(Available data Opens)

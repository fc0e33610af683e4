/* Tests of src/allocate.c. */
#include "table.h"

#include "../../src/allocate.h"

enum { N = 100000, LINES = 5 };
static double at[LINES * N];

/* The normal model of tests/values/euler_allocation_elliptical.csv: its lines and the first
 * five segments of Annex IV of Delegated Regulation (EU) 2015/35. The part of line i in the sd
 * of the sum is cov(i, S) / sd(S). */
static const double mean[LINES] = { 100, 80, 50, 120, 200 }, sd[LINES] = { 10, 8, 7.5, 12, 28 };

static void read_matrix(double *matrix)
{
    struct csv *t = csv_read("law_correlation_matrices.csv");
    for (size_t r = 0; r < t->rows; r++) {
        size_t i = (size_t)csv_number(t, r, "i"), j = (size_t)csv_number(t, r, "j");
        if (csv_is(t, r, "matrix", "nonlife_premium_reserve_segments") && i <= LINES && j <= LINES)
            matrix[(i - 1) * LINES + j - 1] = csv_number(t, r, "value");
    }
    csv_free(t);
}

static void cholesky_factor(const double *matrix, double *factor)
{
    for (size_t i = 0; i < LINES; i++)
        for (size_t j = 0; j <= i; j++) {
            double sum = matrix[i * LINES + j];
            for (size_t k = 0; k < j; k++) sum -= factor[i * LINES + k] * factor[j * LINES + k];
            factor[i * LINES + j] = i == j ? sqrt(sum) : sum / factor[j * LINES + j];
        }
}

static samples simulate(const double *matrix, size_t rows, uint64_t *random)
{
    double factor[LINES * LINES] = { 0 };
    cholesky_factor(matrix, factor);
    for (size_t i = 0; i < rows; i++) {
        double z[LINES];
        for (size_t j = 0; j < LINES; j++) {
            double sum = 0;
            z[j] = random_normal(random);
            for (size_t k = 0; k <= j; k++) sum += factor[j * LINES + k] * z[k];
            at[j * rows + i] = mean[j] + sd[j] * sum;
        }
    }
    return (samples){ rows, LINES, at, NULL };
}

static void parts_of_a_normal_model(void **state)
{
    (void)state;
    double matrix[LINES * LINES], variance = 0, alone[LINES];
    uint64_t random = 3;
    estimate part[LINES];
    pool p = { 0 };
    read_matrix(matrix);
    samples losses = simulate(matrix, N, &random);
    struct csv *t = csv_read("euler_allocation_elliptical.csv");
    for (size_t r = 0; r < t->rows; r++) {
        if (!csv_is(t, r, "model", "normal") || csv_is(t, r, "item", "total")) continue;
        size_t j = (size_t)csv_number(t, r, "item") - 1;
        assert_int_equal(allocate_tail(&losses, csv_number(t, r, "p"), &p, part, alone), OK);
        assert_within(part[j].value, csv_number(t, r, "TVaR_contribution"), 4 * part[j].error);
    }
    csv_free(t);
    for (size_t i = 0; i < LINES * LINES; i++)
        variance += matrix[i] * sd[i / LINES] * sd[i % LINES];
    assert_int_equal(allocate_covariance(&losses, &p, part, alone), OK);
    for (size_t j = 0; j < LINES; j++) {
        double covariance = 0;
        for (size_t k = 0; k < LINES; k++) covariance += matrix[j * LINES + k] * sd[j] * sd[k];
        assert_within(part[j].value, covariance / sqrt(variance), 4 * part[j].error);
        assert_close(alone[j], sd[j], 0.01);
    }
    pool_empty(&p);
}

/* parts add up, and the error of a part of the sd is the spread of such parts */
static void parts_add_up(void **state)
{
    (void)state;
    double matrix[LINES * LINES], alone[LINES], sum = 0, squares = 0, errors = 0;
    uint64_t random = 8;
    size_t rounds = effort(300);
    read_matrix(matrix);
    for (size_t round = 0; round < rounds; round++) {
        pool p = { 0 };
        estimate part[LINES], whole[1], tvar;
        double added = 0, added_tail = 0, level = 0.9, whole_alone;
        const double *sums;
        samples losses = simulate(matrix, 500, &random);
        assert_int_equal(row_sums(&losses, &p, &sums), OK);
        samples total = { 500, 1, (double *)sums, NULL };
        assert_int_equal(allocate_tail(&losses, level, &p, part, alone), OK);
        for (size_t j = 0; j < LINES; j++) added_tail += part[j].value;
        assert_int_equal(tail_values_at_risk(sums, 500, &level, 1, &p, &tvar), OK);
        assert_close(added_tail, tvar.value, 1e-13);
        assert_int_equal(allocate_covariance(&losses, &p, part, alone), OK);
        assert_int_equal(allocate_covariance(&total, &p, whole, &whole_alone), OK);
        for (size_t j = 0; j < LINES; j++) added += part[j].value;
        assert_close(added, whole_alone, 1e-12);
        assert_close(whole->value, whole_alone, 1e-12);
        sum += part[1].value;
        squares += part[1].value * part[1].value;
        errors += part[1].error;
        pool_empty(&p);
    }
    double m = (double)rounds, spread = sqrt((squares - sum * sum / m) / (m - 1));
    assert_close(errors / m, spread, 0.15);
}

/* 0.1 and 0.7 in every row: nothing varies, whatever their binary digits */
static void alike_rows(void **state)
{
    (void)state;
    pool p = { 0 };
    double alone[2];
    estimate part[2];
    for (size_t i = 0; i < 20; i++) at[i] = i < 10 ? 0.1 : 0.7;
    const samples still = { 10, 2, at, NULL };
    assert_int_equal(allocate_covariance(&still, &p, part, alone), NO_VARIATION);
    pool_empty(&p);
}

/* A line's part is its loss when that is the same in each of very many rows, and as exactly when
 * the rows are tied only in their sum: here 0.1 and 0.3 in turn, on average 0.2. */
static void parts_of_many_tied_rows(void **state)
{
    (void)state;
    enum { MANY = LINES * N / 2 };
    pool p = { 0 };
    double alone[2];
    estimate part[2];
    const samples losses = { MANY, 2, at, NULL };
    for (size_t i = 0; i < 2 * MANY; i++) at[i] = i < MANY ? 0.1 : 0.2;
    assert_int_equal(allocate_tail(&losses, 0.99, &p, part, alone), OK);
    assert_close(part[0].value, 0.1, 1e-15);
    assert_close(part[1].value, 0.2, 1e-15);
    assert_same(part[0].error, 0);
    for (size_t i = 0; i < 2 * MANY; i++) at[i] = i % 2 == i / MANY ? 0.1 : 0.3;
    assert_int_equal(allocate_tail(&losses, 0.99, &p, part, alone), OK);
    assert_close(part[0].value, 0.2, 1e-15);
    assert_close(part[1].value, 0.2, 1e-15);
    pool_empty(&p);
}

/* At a level of 1 to the last bit the tail is a part of the largest row, and by definition the
 * parts are its losses, even where lines are far larger than their sum in the row next to it. */
static void the_very_largest_row(void **state)
{
    (void)state;
    pool p = { 0 };
    const double level = 1 - 1e-16;
    double losses[] = { 1, 4e299, -9e299, -3, 5, -4e299, 9e299, 2 }, alone[2];
    estimate part[2], tvar;
    const double *sums;
    const samples four = { 4, 2, losses, NULL };
    assert_true(level < 1);
    assert_int_equal(allocate_tail(&four, level, &p, part, alone), OK);
    assert_close(part[0].value, 1, 1e-15);
    assert_close(part[1].value, 5, 1e-15);
    assert_same(alone[0], 4e299);
    assert_same(alone[1], 9e299);
    assert_int_equal(row_sums(&four, &p, &sums), OK);
    assert_int_equal(tail_values_at_risk(sums, 4, &level, 1, &p, &tvar), OK);
    assert_same(tvar.value, 6);
    pool_empty(&p);
}

static void too_large(void **state)
{
    (void)state;
    pool p = { 0 };
    double sum[] = { 1, 9e299, 2, 9e299 }, loss[] = { 1, 1e308, 2, -1e308 },
           square[] = { 1, 2e200, 5e199, 7 }, alone[2];
    estimate part[2];
    const double *sums;
    const samples no_sum = { 2, 2, sum, NULL }, no_loss = { 2, 2, loss, NULL },
                  no_square = { 2, 2, square, NULL };
    assert_int_equal(row_sums(&no_sum, &p, &sums), OUT_OF_DOMAIN);
    assert_int_equal(row_sums(&no_loss, &p, &sums), OUT_OF_DOMAIN);
    assert_int_equal(allocate_tail(&no_sum, 0.5, &p, part, alone), OUT_OF_DOMAIN);
    assert_int_equal(allocate_covariance(&no_square, &p, part, alone), OUT_OF_DOMAIN);
    pool_empty(&p);
}

static void refusals(void **state)
{
    (void)state;
    pool p = { 0 };
    double x[] = { 1, 2, 2, 1 }, alone[2];
    estimate part[2];
    const samples still = { 2, 2, x, NULL }, none = { 0, 2, x, NULL };
    assert_int_equal(allocate_covariance(&still, &p, part, alone), NO_VARIATION);
    assert_int_equal(allocate_covariance(&none, &p, part, alone), TOO_FEW);
    assert_int_equal(allocate_tail(&none, 0.5, &p, part, alone), TOO_FEW);
    p.fail_at = p.taken + 1;
    assert_int_equal(allocate_tail(&still, 0.5, &p, part, alone), NO_MEMORY);
    pool_empty(&p);
}

int main(void)
{
    const struct CMUnitTest tests[] = {
        cmocka_unit_test(parts_of_a_normal_model),
        cmocka_unit_test(parts_add_up),
        cmocka_unit_test(alike_rows),
        cmocka_unit_test(parts_of_many_tied_rows),
        cmocka_unit_test(the_very_largest_row),
        cmocka_unit_test(too_large),
        cmocka_unit_test(refusals),
    };
    return cmocka_run_group_tests(tests, NULL, NULL);
}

(Available data Closes)

Copy out each line in the listing that has the word "simulate".

static samples simulate(const double *matrix, size_t rows, uint64_t *random)
    samples losses = simulate(matrix, N, &random);
        samples losses = simulate(matrix, 500, &random);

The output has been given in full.